I began my journey by driving to the SC chapter's annual Weston A. Price conference in Aiken, South Carolina the Friday after the big snow storm. I wasn't sure if I was going to run into any ice from the storm, but felt sure that at this point the worst of the storm was over and was determined to get there no matter what. More than anything, I did not want to miss an opportunity to hear Sally Fallon speak. By the way if you're not familiar with who Sally Fallon is, she's one of the founders of the Weston A. Price Foundation and co-author of the book "Nourishing Traditions", a book that outlines the history of food and why and how those traditions were fashioned.
We were on the road for around three hours and made a few pit stops along the way. As we got closer to our destination, my mobile map sent us down a pitch black dirt road and we turned around immediately. After experiencing much frustration and thinking we'd never find the venue, we drove a little further and came upon the location - aptly called the Lighthouse Baptist Church.
Honestly, I don't know how long it's been since I've set foot in a church, but needless to say it's been a while. I never thought I'd be in a church listening to such progressive views about food, politics, history and life.
My friend Maja and I got there and the first person I saw with a cheery smile was Sally Fallon standing behind her booth. I walked straight up to her and introduced myself, expressed to her that I've been following and using her book, "Nourishing Traditions", for years now and thanked her for putting this information out there.
We then proceeded into the lecture hall.
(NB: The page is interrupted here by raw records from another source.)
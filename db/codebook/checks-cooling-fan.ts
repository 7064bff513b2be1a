import type { CheckItem } from '@/lib/model/code-book'
import { BATTERY_GAS, HOT_ENGINE } from './cautions'
import { FAN_STARTS, SCALDS } from './cautions-charge'
import { check } from './draft'
import { COOLANT, RADIATOR_FAN } from './gates-charge'
import { PRACTICE } from './sources'

/** Electric fan and the figure on the gauge. */
export const COOLING_FAN_CHECKS: CheckItem[] = [
  check({
    id: 'fanFed',
    name: 'Fan fed straight from the battery',
    purpose: 'Parts a dead fan motor from a fan that gets no power.',
    gate: RADIATOR_FAN,
    setups: ['frontCoverOff'],
    tools: ['fusedLeads'],
    minutes: 5,
    steps: [
      ['Key off. Part the fan plug. Spin the blades with a stick: free?', FAN_STARTS],
      'Fused lead from the plus post to the plus pin of the fan. Mind the sheet.',
      ['Other lead from its other pin to the frame. It starts at once.', FAN_STARTS],
      'Ten seconds. Strong, slow, or still? Which way does it blow?',
    ],
    cautions: [
      FAN_STARTS,
      BATTERY_GAS,
      {
        signal: 'WARNING',
        text: 'A lead without a fuse melts if it slips. 15 A fuse next to the battery, connect the frame last.',
      },
    ],
    record: 'Free by hand, strong, slow or still, fuse whole.',
    outcomes: [
      ['strong', 'Runs strong'],
      ['slow', 'Slow, rough or stiff'],
      ['still', 'Stays still or blows the fuse'],
    ],
    table: { fanCircuitFault: [50, 16, 34], radiatorPacked: [88, 10, 2] },
    otherwise: [95, 4, 1],
    expected: [
      { words: 'Strong at once, blows through the radiator to the engine.', source: PRACTICE },
    ],
    passDoesNotProve: 'A fan that runs here gets no power yet from its own relay and switch.',
    stopWhen: 'Lead gets warm: take it off.',
    basis: 'physics',
    basisWords: 'A sound motor runs on battery volts. Guess: half of these faults are the motor.',
  }),
  check({
    id: 'fanPlugBulb',
    name: 'Bulb in the fan plug on a hot engine',
    purpose: 'Shows whether relay, fuse and switch send power to the fan.',
    gate: RADIATOR_FAN,
    setups: ['frontCoverOff'],
    tools: ['loadBulb'],
    machineState: 'keyOn',
    minutes: 6,
    steps: [
      ['Right after it ran hot, engine off, key off. Part the fan plug.', FAN_STARTS],
      'Put the bulb across the loom side of the plug.',
      ['Key on, two minutes. Bright, dim or dark? Lead clear of hot parts.', HOT_ENGINE],
      'Dark: look at its fuse, swap its relay with one alike, try again.',
    ],
    cautions: [FAN_STARTS, HOT_ENGINE, SCALDS],
    record: 'Bright, dim or dark; gauge; fuse and relay.',
    outcomes: [
      ['bright', 'Bright when hot'],
      ['dim', 'Dim'],
      ['dark', 'Stays dark though hot'],
    ],
    table: {
      fanCircuitFault: [37, 8, 55],
      coolantSensorBad: [48, 4, 48],
      coolantLow: [62, 4, 34],
      airInCoolant: [66, 4, 30],
      thermostatStuck: [68, 4, 28],
      batteryLow: [62, 26, 12],
      groundPoor: [60, 28, 12],
    },
    otherwise: [86, 4, 10],
    expected: [{ words: 'Bright as on the battery, once the engine is hot.', source: PRACTICE }],
    passDoesNotProve: 'A bulb shines through a contact that the fan overloads.',
    basis: 'physics',
    basisWords: 'A bulb loads the circuit as a fan does, only less. Shares are guesses.',
  }),
  check({
    id: 'gaugeAgainstMetal',
    name: 'Gauge against a thermometer on the metal',
    purpose: 'Tells a hot engine from a gauge or sensor that only says so.',
    gate: COOLANT,
    setups: ['sidePanelOff'],
    tools: [['thermometer', '2 C']],
    machineState: 'keyOn',
    minutes: 4,
    steps: [
      ['Right after it ran, engine off. Key on. Read the gauge or the lamp.', FAN_STARTS],
      ['Thermometer on bare metal of the head, beside the sensor. One minute.', HOT_ENGINE],
      'Compare the two. Read again after five minutes, and cold.',
    ],
    cautions: [FAN_STARTS, HOT_ENGINE, SCALDS],
    record: 'Gauge, metal, minutes since it ran.',
    outcomes: [
      ['agrees', 'Agrees within ten degrees'],
      ['off', 'Ten to twenty degrees off'],
      ['wrong', 'Says hot, and it is not'],
    ],
    table: {
      coolantSensorBad: [9, 17, 74],
      groundPoor: [66, 24, 10],
      sensorSupplyDown: [72, 17, 11],
      airInCoolant: [58, 36, 6],
    },
    otherwise: [88, 10, 2],
    expected: [{ words: 'Within ten degrees once both are steady.', source: PRACTICE }],
    passDoesNotProve: 'Metal can be hot where no coolant is, and the gauge low.',
    basis: 'physics',
    basisWords: 'A sound sensor follows the metal around it. Shares are guesses.',
  }),
]
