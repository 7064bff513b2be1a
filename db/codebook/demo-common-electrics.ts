import { component, drop, type ValueDraft, winding } from './demo-build'
import type { DemoComponent } from './demo-figures'

/** What is measured in the same way on every battery, under this model's own limits and pages. */
type Battery = {
  place: string
  setups: readonly string[]
  fasteners: string
  page: number
  restLow: number
  crankingLow: number
  /** Volts at the battery with the engine at `chargeRpm`. */
  chargeVolts: readonly [number, number]
  chargeRpm: number
}
export const battery = (b: Battery): DemoComponent =>
  component({
    id: 'batteryMain',
    name: 'Battery',
    place: b.place,
    setups: b.setups,
    fasteners: b.fasteners,
    pins: [
      ['plus', 'red', 'to starter relay and main fuse'],
      ['minus', 'black', 'to engine and frame'],
    ],
    torqueNm: 5,
    page: b.page,
    values: [
      {
        id: 'restVolts',
        name: 'Volts at rest',
        quantity: 'dcVoltage',
        low: b.restLow,
        conditions: 'Six hours at rest',
      },
      {
        id: 'crankingVolts',
        name: 'Volts while cranking',
        quantity: 'dcVoltage',
        low: b.crankingLow,
        conditions: '21 C, five seconds',
      },
      drop('postDrop', 'Volts lost over one post joint', 0.1, 'While cranking'),
      {
        id: 'chargeVolts',
        name: 'Volts at the battery, engine running',
        quantity: 'dcVoltage',
        low: b.chargeVolts[0],
        high: b.chargeVolts[1],
        conditions: `At ${b.chargeRpm} rpm, below engagement, battery charged, lights on`,
      },
      {
        id: 'loadVolts',
        name: 'Volts under load, charged',
        quantity: 'dcVoltage',
        low: b.crankingLow,
        conditions: 'Charged, 21 C, ten seconds of starter or a load of half the cold-start figure',
      },
    ],
  })

/** The engine's ground strap. */
export const engineGround = (g: { place: string; setups: readonly string[]; page: number }) =>
  component({
    id: 'engineGround',
    name: 'Engine ground',
    place: g.place,
    setups: g.setups,
    fasteners: 'One bolt, 12 mm head.',
    torqueNm: 18,
    page: g.page,
    values: [drop('groundDrop', 'Volts lost, battery minus to engine', 0.1, 'While cranking')],
  })

/** The 5 V supply, measured at a plug that can be reached. */
export const sensorSupply = (s: { place: string; setups: readonly string[]; page: number }) =>
  component({
    id: 'sensorSupply5V',
    name: '5 V supply of the sensors',
    place: s.place,
    setups: s.setups,
    page: s.page,
    values: [
      {
        id: 'volts',
        name: 'Sensor supply',
        quantity: 'dcVoltage',
        low: 4.9,
        high: 5.1,
        conditions: 'Key on, all sensors plugged in',
      },
    ],
  })

/** What a machine with a stator under the flywheel charges with. */
type Charging = {
  place: string
  regulatorPlace: string
  setups: readonly string[]
  page: number
  /** Ohms of one leg of the stator and the tolerance in percent. */
  leg: readonly [number, number]
  /** Volts between two legs, plug off, at `rpm`. */
  legAcVolts: number
  rpm: number
}
export const charging = (c: Charging): DemoComponent[] => [
  component({
    id: 'stator1',
    name: 'Stator',
    place: c.place,
    setups: c.setups,
    connector: 'White, three pins.',
    pins: [
      ['1', 'yellow', 'leg one'],
      ['2', 'yellow', 'leg two'],
      ['3', 'yellow', 'leg three'],
    ],
    page: c.page,
    values: [
      winding('legResistance', 'Leg to leg, all three pairs alike', c.leg),
      {
        id: 'legAcVolts',
        name: 'Volts leg to leg, plug off',
        quantity: 'acVoltage',
        low: c.legAcVolts,
        conditions: `At ${c.rpm} rpm, below engagement; touch nothing bare`,
      },
    ],
  }),
  component({
    id: 'regulator1',
    name: 'Regulator',
    place: c.regulatorPlace,
    setups: c.setups,
    fasteners: 'Two bolts, 10 mm head, bare metal under it.',
    pins: [
      ['1', 'red', 'battery plus'],
      ['2', 'black', 'ground'],
      ['3', 'yellow', 'three legs of the stator'],
    ],
    torqueNm: 9,
    page: c.page + 1,
    values: [
      drop('plusDrop', 'Volts lost, regulator plus to battery plus', 0.2, 'Running, lights on'),
      drop('minusDrop', 'Volts lost, regulator case to battery minus', 0.1, 'Running, lights on'),
    ],
  }),
]

/** The network pair at its service plug, with a resistor at each end. */
export const networkPair = (n: {
  place: string
  setups: readonly string[]
  page: number
  pins: readonly [string, string]
}) =>
  component({
    id: 'networkPair1',
    name: 'Network between the modules',
    place: n.place,
    setups: n.setups,
    connector: 'Black, cap on a strap.',
    pins: [
      [n.pins[0], 'yellow', 'network plus'],
      [n.pins[1], 'green', 'network minus'],
    ],
    page: n.page,
    values: [
      {
        id: 'pairResistance',
        name: 'Ohms across the pair',
        quantity: 'resistance',
        low: 55,
        high: 65,
        conditions: 'Key off for a minute, battery connected',
      },
    ],
  })

/** The current that a sleeping machine may draw. */
export const sleepCurrent = (high: number): ValueDraft => ({
  id: 'sleepCurrent',
  name: 'Current with the key off',
  quantity: 'dcCurrent',
  high,
  conditions: 'Ten minutes after key off, meter in the minus lead',
})

/** Starter relay and motor. */
export const starter = (s: {
  relayPlace: string
  motorPlace: string
  setups: readonly string[]
  page: number
}): DemoComponent[] => [
  component({
    id: 'starterRelay',
    name: 'Starter relay',
    place: s.relayPlace,
    setups: s.setups,
    fasteners: 'Push fit in its rubber; studs: 10 mm nuts.',
    connector: 'Black, two pins.',
    pins: [
      ['1', 'yellow with red', 'from the start switch'],
      ['2', 'green with yellow', 'through the interlocks to ground'],
    ],
    torqueNm: 5,
    page: s.page,
    values: [drop('contactDrop', 'Volts lost over the big studs', 0.2, 'While cranking')],
  }),
  component({
    id: 'starterMotor',
    name: 'Starter motor',
    place: s.motorPlace,
    setups: s.setups,
    fasteners: 'Two bolts, 10 mm head; stud: 10 mm nut under a cap.',
    torqueNm: 10,
    page: s.page + 1,
    values: [
      {
        id: 'crankingVolts',
        name: 'Volts at the stud while start is pressed',
        quantity: 'dcVoltage',
        low: 9.2,
        conditions: 'Battery charged, 21 C',
      },
    ],
  }),
]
Sally introduced us to the the concept of good oils versus bad oils and the history behind the companies who are currently producing most of our food supply. Notice how I say producing, not growing, because the reality is, most of the processed food you see in your grocery stores is made in a factory and not considered a real food. This is something called imitation food. Legislation in the United States used to require that companies put an imitation food label on their product if it was considered an imitation food. But unfortunately, because of some deregulation legislation, companies aren't required to put the imitation food label on their products anymore.
So most people think they're buying and eating real whole foods when they're only getting less than optimal imitation foods. These foods are extremely low in vitality and need to be avoided. A great example of these products are skim milk and margarine. Skim milk is nothing but pasteurized milk(dead) which has been processed into a powder form and then re hydrated with water. Margarine is nothing more than vegetable oil that has been through a harsh process including bleaching and adding colorings among other things. These products can sit on shelves much longer that fresh nutrient dense products can.
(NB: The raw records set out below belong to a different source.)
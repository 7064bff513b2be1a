import { component } from './demo-build'

/** Brake pads by the lining that must be left. */
export const brakePads = (p: { place: string; page: number; low: number; torqueNm: number }) =>
  component({
    id: 'brakePads',
    name: 'Brake pads',
    place: p.place,
    fasteners: 'Caliper: two bolts, 12 mm head.',
    torqueNm: p.torqueNm,
    page: p.page,
    values: [
      {
        id: 'liningThickness',
        name: 'Lining left on the thinnest pad',
        quantity: 'length',
        low: p.low,
        conditions: 'Measured at the thinnest place',
      },
    ],
  })

/** The drive chain by its slack. */
export const driveChain = (c: { place: string; page: number; slack: readonly [number, number] }) =>
  component({
    id: 'driveChain',
    name: 'Drive chain',
    place: c.place,
    fasteners: 'Axle nut 27 mm; adjusters 12 mm, both sides alike.',
    torqueNm: 90,
    page: c.page,
    values: [
      {
        id: 'slack',
        name: 'Slack, up and down at the middle',
        quantity: 'length',
        low: c.slack[0],
        high: c.slack[1],
        conditions: 'On its stand, wheel free, tightest place of the chain',
      },
    ],
  })

/** Oil pressure with a gauge in the switch port. */
export const engineOil = (o: { place: string; page: number; low: number }) =>
  component({
    id: 'engineOil',
    name: 'Engine oil pressure',
    place: o.place,
    fasteners: 'Switch: hexagon 24 mm, sealant on the thread.',
    torqueNm: 14,
    page: o.page,
    values: [
      {
        id: 'crankingPressure',
        name: 'Oil pressure while cranking',
        quantity: 'pressure',
        low: o.low,
        conditions: 'Plugs out, oil at the upper mark, 20 C, ten seconds',
      },
    ],
  })

/** Tyres by their pressure. */
export const tyres = (t: { place: string; page: number; kPa: readonly [number, number] }) =>
  component({
    id: 'tyres',
    name: 'Tyres',
    place: t.place,
    page: t.page,
    values: [
      {
        id: 'coldPressure',
        name: 'Pressure, tyres cold',
        quantity: 'pressure',
        low: t.kPa[0],
        high: t.kPa[1],
        conditions: 'Cold, machine unloaded, gauge for low pressure',
      },
    ],
  })
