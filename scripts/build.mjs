// The production build: Next.js, the policy's hashes, then the service worker with its precache list.
import { spawnSync } from 'node:child_process'

for (const args of [
  ['node_modules/next/dist/bin/next', 'build'],
  ['scripts/build-csp.mjs'],
  ['scripts/build-sw.mjs'],
]) {
  const run = spawnSync(process.execPath, args, {
    stdio: 'inherit',
    env: { ...process.env, NODE_ENV: 'production', NEXT_TELEMETRY_DISABLED: '1' },
  })
  if (run.status !== 0) process.exit(run.status ?? 1)
}
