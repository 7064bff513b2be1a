import type { BookProblem, Shelf } from './book-problem'

/** A row that stands in more checks than this was copied, not thought of. */
const OFTEN = 5
/** Of 100 rows, how many may be such (the owner's bound). */
const MOST_OF_100 = 20

/** How many rows there are in the tables of checks and swaps, and how many stand in more than five of them. */
export function sameRows(shelf: Pick<Shelf, 'check' | 'swap'>): { rows: number; shared: number } {
  const rows = [...shelf.check, ...shelf.swap].flatMap(({ id, table }) =>
    Object.values(table).map((row) => ({ id, row: row.join(' ') })),
  )
  const checksOf = new Map<string, Set<string>>()
  for (const { id, row } of rows) checksOf.set(row, (checksOf.get(row) ?? new Set()).add(id))
  const shared = rows.filter(({ row }) => (checksOf.get(row)?.size ?? 0) > OFTEN)
  return { rows: rows.length, shared: shared.length }
}

/** [CB20] Too many rows that look alike. */
export function checkSameRows(shelf: Shelf): BookProblem[] {
  const { rows, shared } = sameRows(shelf)
  return shared * 100 > rows * MOST_OF_100
    ? [
        {
          kind: 'sameRows',
          id: 'tables',
          words: `${shared} of ${rows} rows stand in more than ${OFTEN} checks; at most ${MOST_OF_100} of 100`,
        },
      ]
    : []
}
She then talked about good fats, which I've been familiar with for some time now, but it's always great to hear it again. It's so wonderful to learn something new or to be reminded of something I may have forgotten.
Sally shared with us the classification of all fats. The first kinds of fats are called polyunsaturated fatty acids. They're liquid at any temperature, very unstable, and delicate. Examples of these fats are soy oil (which is in virtually all processed food), peanut oil, cottonseed oil, safflower oil, and all other veggie oils. These are the oils that are prevalent in most of the processed foods we consume today. Monounsaturated fatty acids are liquid at room temperature but solid in the refrigerator. Examples of these fats are olive oil and canola oil. Saturated fats are solid at room temperature. These include fats from raw dairy(pasture fed raw milk, butter and cheese), pastured animals, coconut oil, palm oil, bone broths and gelatin. At this point most people reading this will expect me to say that the oils to avoid are the the saturated fats since that is what we have been told by almost all health authorities in this country for the past 40 years. However, my advice to all is the EXACT OPPOSITE. Saturated fat is VITAL to have in your diet and you should avoid the poly and mono-unsaturated fats in your diet.
For some of you, this might sound very contrary to what you've been taught, but I assure you it's true. If you do a little research on the "lipid hypothesis" you'll find that it has never been proven true and valid. I will share a few links to books that will give you some info on this.
As a matter of fact the complete opposite results have been found according to the Weston A. Price foundation, that saturated fats make a healthy body. While a low fat diet may lower your cholesterol (and most likely does), it's been proven that these people die sooner. And this is why:
high cholesterol is not always a bad or negative thing. Cholesterol is what your body makes naturally to repair damage that has been done. If you're in a constant state of inflammation and not able to produce cholesterol to repair the damage, this can lead to serious health risks.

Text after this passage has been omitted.